Erkek çocuk tutsaklar
Amed’deki Çocuk ve Gençlik Kapalı Cezaevi’nde tutuklu bulunan 10 Eylül 2021’de erkek çocuklara ilişkin yayınladıkları hak ihlalleri raporunu hatırlatan İlter, “O raporda da yine çocuk cezaevinde kötü muamele yaşandığını duymuştuk. Kovuşturma sürecinde sanık baş memurlar meslekten uzaklaştırıldı ve süreç hala yürütülüyor ancak çocuklarla yaşanan bazı olaylara ilişkin takipsizlik kararları verildi. Bu noktada itirazlarımızı yaptık. Ancak itirazlarımız reddedildi. Şu an takipsizlik kararı verilen fiillere ilişkin AYM’ye başvurumuz mevcut” dedi. İlter, erkek çocuklara ilişkin yeni bir çalışma yürüttüklerini sözlerine ekledi.
Çocuklar depresyonda
Cezaevi personellerinin çocuklarla nasıl iletişim kurulması gerektiği noktasında bilgisiz olduklarını söyleyen İlter, çocukların kendilerine özgü etkinliklere katılma hakkının sağlanmadığını belirtti.
Çocukların çevresinden koparılması ve şiddet ortamında bulunmasının ruhsal bozukluklara neden olabileceğini dile getiren İlter, çocukların yüzde 35’inin cezaevine konulduktan sonra depresyona girdiği, kendilerine zarar verme ihtimalinin yükseldiği ve intihar eğilimine sahip olduklarının gözlemlendiğini kaydetti.
‘Onarıcı sistem’
Raporda bahsettikleri alternatif infaz modellerine dair önerilerin multidisipliner şekilde ele alınarak, sunulması gerektiğini belirten İlter, “Türkiye’de klasik cezalandırıcı adalet sistemiyle bir kişi cezalandırılarak ve uygulanacak bir ceza belirlenerek, bir adalet oluşturulmaya çalışılıyor. Onarıcı adaletin kullanılması daha uygun. Çünkü klasik cezalandırıcı adalet sisteminden farklı olarak, onarıcı adalet sisteminde suça odaklanmak yerine zarara odaklanmaya çalışıyor ve suçu somut bir hukuki kuralın ihlali olarak değil de zararların oluşmasına sebep olan bir davranış olarak tanımlıyor” dedi.
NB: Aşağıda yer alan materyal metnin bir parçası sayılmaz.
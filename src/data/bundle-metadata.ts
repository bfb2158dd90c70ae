import { InputErrors } from '../contracts/input-error.js';
import { isJsonObject, type JsonObject } from '../io/json-with-lines.js';

/**
 * The JSON metadata of a measurement bundle (file `measurement.json` in the
 * bundle folder; layout in docs/conventions.md, "Measurement bundles").
 */
export type LineOfSight = 'x-axis' | 'y-axis' | 'z-axis' | 'endpoint' | 'midpoint';
const LINES_OF_SIGHT: readonly LineOfSight[] = ['x-axis', 'y-axis', 'z-axis', 'endpoint', 'midpoint'];

export interface StatisticFiles {
  /** CSV table, relative to the bundle folder. */
  readonly table: string;
  /** Shell width, h/Mpc. */
  readonly dk: number;
}

export interface BundleMetadata {
  readonly redshift: number;
  /** Mean number density, (h/Mpc)^3. */
  readonly numberDensity: number;
  readonly lineOfSight: LineOfSight;
  /** Side of a periodic box, Mpc/h, when the measurement comes from one. */
  readonly boxSize: number | undefined;
  /** Effective survey volume, (Mpc/h)^3 (boxSize^3 for a box). */
  readonly volume: number;
  /** Cosmology used to turn redshifts into distances (the AP reference). */
  readonly fiducialCosmology: Readonly<Record<string, number>>;
  readonly power: StatisticFiles | undefined;
  readonly bispectrum: StatisticFiles | undefined;
  /** Covariance matrix CSV in data-vector order, relative to the folder. */
  readonly covarianceMatrix: string | undefined;
  /** Folders of per-mock tables in the layout of `power.table` / `bispectrum.table`. */
  readonly realisations: { readonly power: string | undefined; readonly bispectrum: string | undefined } | undefined;
}

export const BUNDLE_FORMAT = 'treble-measurement-1';
export const BUNDLE_METADATA_FILE = 'measurement.json';


/** Validate parsed JSON; every problem is collected and named by its key. */
export function validateBundleMetadata(json: unknown, file = BUNDLE_METADATA_FILE): BundleMetadata {
  const problems: string[] = [];
  const bad = (key: string, why: string) => problems.push(`${file}: ${key} ${why}`);
  if (!isJsonObject(json)) throw new InputErrors([`${file}: the metadata must be a JSON object`]);
  const known = new Set(['format', 'redshift', 'numberDensity', 'lineOfSight', 'boxSize', 'surveyVolume', 'fiducialCosmology', 'power', 'bispectrum', 'covarianceMatrix', 'realisations', 'description']);
  for (const key of Object.keys(json)) if (!known.has(key)) bad(key, 'is not a known key');
  if (json.format !== BUNDLE_FORMAT) bad('format', `must be "${BUNDLE_FORMAT}", got ${JSON.stringify(json.format)}`);

  const num = (key: string, v: unknown, check: (x: number) => boolean, what: string): number => {
    if (typeof v !== 'number' || !Number.isFinite(v) || !check(v)) {
      bad(key, `must be ${what}, got ${JSON.stringify(v)}`);
      return Number.NaN;
    }
    return v;
  };
  const str = (key: string, v: unknown): string | undefined => {
    if (v === undefined) return undefined;
    if (typeof v !== 'string' || v === '') {
      bad(key, `must be a non-empty file path, got ${JSON.stringify(v)}`);
      return undefined;
    }
    return v;
  };
  const redshift = num('redshift', json.redshift, (x) => x >= 0, 'a number >= 0');
  const numberDensity = num('numberDensity', json.numberDensity, (x) => x > 0, 'a positive number in (h/Mpc)^3');
  const lineOfSight = json.lineOfSight as LineOfSight;
  if (!LINES_OF_SIGHT.includes(lineOfSight)) bad('lineOfSight', `must be one of ${LINES_OF_SIGHT.join(', ')}, got ${JSON.stringify(json.lineOfSight)}`);

  let boxSize: number | undefined;
  let volume = Number.NaN;
  if ((json.boxSize === undefined) === (json.surveyVolume === undefined)) {
    bad('boxSize', 'or surveyVolume must be given, exactly one of them');
  } else if (json.boxSize !== undefined) {
    boxSize = num('boxSize', json.boxSize, (x) => x > 0, 'a positive side length in Mpc/h');
    volume = boxSize ** 3;
  } else {
    volume = num('surveyVolume', json.surveyVolume, (x) => x > 0, 'a positive volume in (Mpc/h)^3');
  }
  if (boxSize !== undefined && !['x-axis', 'y-axis', 'z-axis'].includes(lineOfSight)) {
    bad('lineOfSight', `must be a box axis (x-axis, y-axis, z-axis) for a periodic box, got ${JSON.stringify(json.lineOfSight)}`);
  }

  const fiducialCosmology: Record<string, number> = {};
  if (!isJsonObject(json.fiducialCosmology) || Object.keys(json.fiducialCosmology).length === 0) {
    bad('fiducialCosmology', 'must be an object of named numbers (the cosmology that turned redshifts into distances)');
  } else {
    for (const [k, v] of Object.entries(json.fiducialCosmology)) fiducialCosmology[k] = num(`fiducialCosmology.${k}`, v, () => true, 'a finite number');
  }

  const statistic = (key: 'power' | 'bispectrum'): StatisticFiles | undefined => {
    const v = json[key];
    if (v === undefined) return undefined;
    if (!isJsonObject(v)) {
      bad(key, 'must be an object { "table": file, "dk": width }');
      return undefined;
    }
    for (const k of Object.keys(v)) if (k !== 'table' && k !== 'dk') bad(`${key}.${k}`, 'is not a known key');
    const table = str(`${key}.table`, v.table);
    if (table === undefined) bad(`${key}.table`, 'is required');
    const dk = num(`${key}.dk`, v.dk, (x) => x > 0, 'a positive shell width in h/Mpc');
    return { table: table ?? '', dk };
  };
  const power = statistic('power');
  const bispectrum = statistic('bispectrum');
  if (!power && !bispectrum) bad('power', 'or bispectrum must be given (the bundle has no measurement)');

  const covarianceMatrix = str('covarianceMatrix', json.covarianceMatrix);
  let realisations: BundleMetadata['realisations'];
  if (json.realisations !== undefined) {
    if (!isJsonObject(json.realisations)) bad('realisations', 'must be an object { "power": folder, "bispectrum": folder }');
    else {
      const r = json.realisations;
      for (const k of Object.keys(r)) if (k !== 'power' && k !== 'bispectrum') bad(`realisations.${k}`, 'is not a known key');
      realisations = { power: str('realisations.power', r.power), bispectrum: str('realisations.bispectrum', r.bispectrum) };
      if ((realisations.power === undefined) !== (power === undefined)) bad('realisations.power', 'must be given exactly when power is');
      if ((realisations.bispectrum === undefined) !== (bispectrum === undefined)) bad('realisations.bispectrum', 'must be given exactly when bispectrum is');
    }
  }
  if (problems.length > 0) throw new InputErrors(problems);
  return { redshift, numberDensity, lineOfSight, boxSize, volume, fiducialCosmology, power, bispectrum, covarianceMatrix, realisations };
}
İlter, “Türkiye’de de aslında uzlaşma adı altına yürütülen bir süreç var. Türkiye’de yürütülen uzlaşma sistemi daha çok yargılamanın getirdiği ağır iş yükü ve masraflardan kaçınmaktan ibaret. Bu noktada mevcut uzlaşma sisteminin bunu karşılayabileceğini de düşünmüyoruz. Bu noktada bazı düzenlemelere ihtiyaç duyuyoruz” dedi.